Casual sexual partners, however, are neither sex workers nor human vibrators—you neither pay them nor buy new batteries for them. Casual sexual experiences do not merely require penetration and sexual release, but are human interactions involving genuine desire, pleasure and sexual interest. We should consequently express sexual generosity and intimacy (with boundaries) (Ben-Ze’ev, 2023). We should respect and be kind to those with whom we have even superficial interactions, such as waiters, taxi drivers, insurance agents, cleaners and casual sexual partners.

Concluding remarks

"I prefer having sex with some light in the room. If it is daytime, I will dim the light a little bit by closing the curtain; in the evening, I will turn on some weak light.” —A woman

“I don't mind a little noise, but if it turns into full-blown screaming, I would not respond positively.” —A man

I had sex without kissing once, and I said, never again. For me kissing during sex sets the mood, and without it, I'm not in the right mindset.” —A woman

Closing your eyes, screaming and avoiding kissing are puzzling activities. Nevertheless, they enhance the impact of factors such as change, uncertainty and ambiguity, which increase sexual satisfaction. As the above citations indicate, these activities should be moderate and balanced. People can enjoy them, but they should be attuned to the partner’s wishes, and not overdo them. Like a romantic feast, a sexual one also requires balance, even if moments of imbalance tip the scales somewhat.

References

Attard-Johnson, J., Vasilev, M. R., Ó Ciardha, C., Bindemann, M., & Babchishin, K. M. (2021). Measurement of sexual interests with pupillary responses: A meta-analysis. Archives of sexual behavior, 50, 3385-3411.

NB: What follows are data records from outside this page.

import { describe, expect, it } from "vitest";
import { simulateQueue } from "../../src/demo/queue.js";
import { writeRunCsv } from "../../src/demo/ferry.js";
import { loadStudy } from "../../src/manifest/loadStudy.js";
import { runStudy } from "../../src/study/runStudy.js";
import { tempFolder } from "../helpers/tempStudy.js";
import { join } from "node:path";

describe("M/M/1 against its formulas (Kleinrock 1975, Queueing Systems vol. 1: L_q = ρ²/(1−ρ), utilization ρ)", () => {
  it("long seeded runs of the demo generator agree with ρ and ρ²/(1−ρ)", async () => {
    const lambda = 0.5;
    const mu = 1;
    const rho = lambda / mu;
    const horizon = 40_000;
    const dir = tempFolder({
      "study.yaml": `title: mm1
warmup: 500
scenarios:
  - {name: mm1, end: ${horizon}, runs: runs/*.csv}
measures:
  - {name: waiting, kind: level, series: queue}
  - {name: server, kind: utilization, series: busy, capacity: 1}
`,
    });
    const { mkdirSync } = await import("node:fs");
    mkdirSync(join(dir, "runs"));
    for (let k = 1; k <= 6; k++) {
      await writeRunCsv(join(dir, "runs", `rep-${k}.csv`), simulateQueue({ arrivalRate: lambda, serviceRate: mu, servers: 1, horizon, seed: 500 + k, decimals: 6 }));
    }
    const { outcome } = await runStudy(await loadStudy(join(dir, "study.yaml")));
    const s = outcome.results.scenarios[0].summary;
    const lq = rho ** 2 / (1 - rho); // 0.5
    // stated tolerance: within the 95 % interval widened by half its width, or 4 % relative, whichever is larger
    const within = (mean: number, hw: number, truth: number, rel: number) => Math.abs(mean - truth) <= Math.max(1.5 * hw, rel * truth);
    expect(within(s.waiting.mean!, s.waiting.half_width!, lq, 0.04)).toBe(true);
    expect(within(s.server.mean!, s.server.half_width!, rho, 0.02)).toBe(true);
  }, 120_000);
});
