import { describe, expect, it } from "vitest";
import type { Results } from "../../src/outcome/index.js";
import { differenceReading, lag1TooLarge, LAG1_LIMIT, readResults } from "../../src/study/readings.js";
import { studyOf } from "../helpers/runStudyFrom.js";

describe("study readings", () => {
  it("differenceReading says above, below, contains 0 or missing, from the interval's ends", () => {
    expect(differenceReading(0.5, 2)).toBe("higher");
    expect(differenceReading(-2, -0.5)).toBe("lower");
    expect(differenceReading(-1, 1)).toBe("no-difference");
    expect(differenceReading(0, 1)).toBe("no-difference");
    expect(differenceReading(null, 1)).toBe("no-interval");
  });

  it("lag1TooLarge flags a lag-1 above LAG1_LIMIT in size only", () => {
    expect(lag1TooLarge(LAG1_LIMIT)).toBe(false);
    expect(lag1TooLarge(-(LAG1_LIMIT + 0.01))).toBe(true);
    expect(lag1TooLarge(LAG1_LIMIT + 0.01)).toBe(true);
    expect(lag1TooLarge(null)).toBe(false);
  });

  it("readResults averages each value's share of time over the runs that have the table, 0 where a run never took the value", () => {
    const level = (shares: [number, number][]) => ({
      kind: "level" as const, value: 0, mean: 0, area: 0, duration: 10, sd: 0, min: 0, max: 0, final: 0,
      time_at_value: shares.map(([value, share]) => ({ value, time: share * 10, share })),
    });
    const results: Results = {
      format: "sojourn-results/1", title: "t", time_unit: "min", confidence: 0.95, warmup: null,
      scenarios: [{
        name: "s",
        runs: [
          { id: "a", file: "a.csv", sha256: "", start: 0, end: 10, rows: 0, left_out: { after_end: 0, before_window: 0, unused_series: 0 }, measures: { q: level([[0, 0.5], [1, 0.5]]) } },
          { id: "b", file: "b.csv", sha256: "", start: 0, end: 10, rows: 0, left_out: { after_end: 0, before_window: 0, unused_series: 0 }, measures: { q: level([[0, 1]]) } },
        ],
        summary: {},
      }],
    };
    // computed by hand: value 0 → (0.5 + 1) / 2 = 0.75, value 1 → (0.5 + 0) / 2 = 0.25
    expect(readResults(results).timeAtValue).toEqual([{ scenario: "s", measure: "q", runs: 2, of: 2, shares: [{ value: 0, share: 0.75 }, { value: 1, share: 0.25 }] }]);
  });

  it("runStudy lists a failed consistency check once among the warnings and reads each comparison", async () => {
    const manifest = [
      "version: 1", "title: t", "time_unit: min",
      "scenarios:",
      "  - {name: full, end: 10, runs: [full-1.csv, full-2.csv]}",
      "  - {name: half, end: 10, runs: [half-1.csv, half-2.csv]}",
      "measures:",
      "  - {name: use, kind: utilization, series: busy, capacity: 1}",
      "compare:",
      "  - {measure: use, scenarios: [full, half], method: welch}",
      "",
    ].join("\n");
    const run = (v: number) => `time,series,value\n0,busy,${v}\n`;
    // "full" is busy with 2 units of a capacity of 1: utilization 2, outside [0, 1].
    const { outcome } = await studyOf(manifest, { "full-1.csv": run(2), "full-2.csv": run(2), "half-1.csv": run(0.5), "half-2.csv": run(0.5) });
    const failed = outcome.results.scenarios[0].checks!.filter((c) => !c.passed);
    expect(failed.map((c) => c.check)).toEqual(["utilization-range", "utilization-range"]);
    for (const c of failed) expect(outcome.warnings.filter((w) => w.message === c.message && w.run === c.run)).toHaveLength(1);
    expect(outcome.readings.comparisons).toHaveLength(outcome.results.comparisons!.length);
    const c = outcome.results.comparisons![0];
    expect(outcome.readings.comparisons[0]).toBe(differenceReading(c.ci_low, c.ci_high));
  });
});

Ben-Ze’ev, A. (2023). Is casual sex good for you You? Casualness, seriousness and wellbeing in intimate relationships. Philosophies, 8, 2023, 25

Brewer, G., & Hendrie, C. A. (2011). Evidence to suggest that copulatory vocalizations in women are not a reflexive consequence of orgasm. Archives of Sexual Behavior, 40, 559-564

Busby, D. M., Hanna-Walker, V., & Leavitt, C. E. (2022). Is kissing a bellwether of sexual and relationship satisfaction and dissatisfaction? Journal of Sex & Marital Therapy, 48, 133-146.

Busby, D. M., Hanna-Walker, V., & Leavitt, C. E. (2023). A kiss is not just a kiss: kissing frequency, sexual quality, attachment, and sexual and relationship satisfaction. Sexual and Relationship Therapy, 38, 7-23.

Koukouna, D., Bossini, L., Casolaro, I., Caterini, C., & Fagiolini, A. (2016). Light therapy as a treatment for sexual dysfunction; focus on testosterone levels. European Neuropsychopharmacology, 26, S606.

Strick, M., Holland, R. W., & van Knippenberg, A. (2008). Seductive eyes: Attractiveness and direct gaze increase desire for associated objects. Cognition, 106, 1487-1496.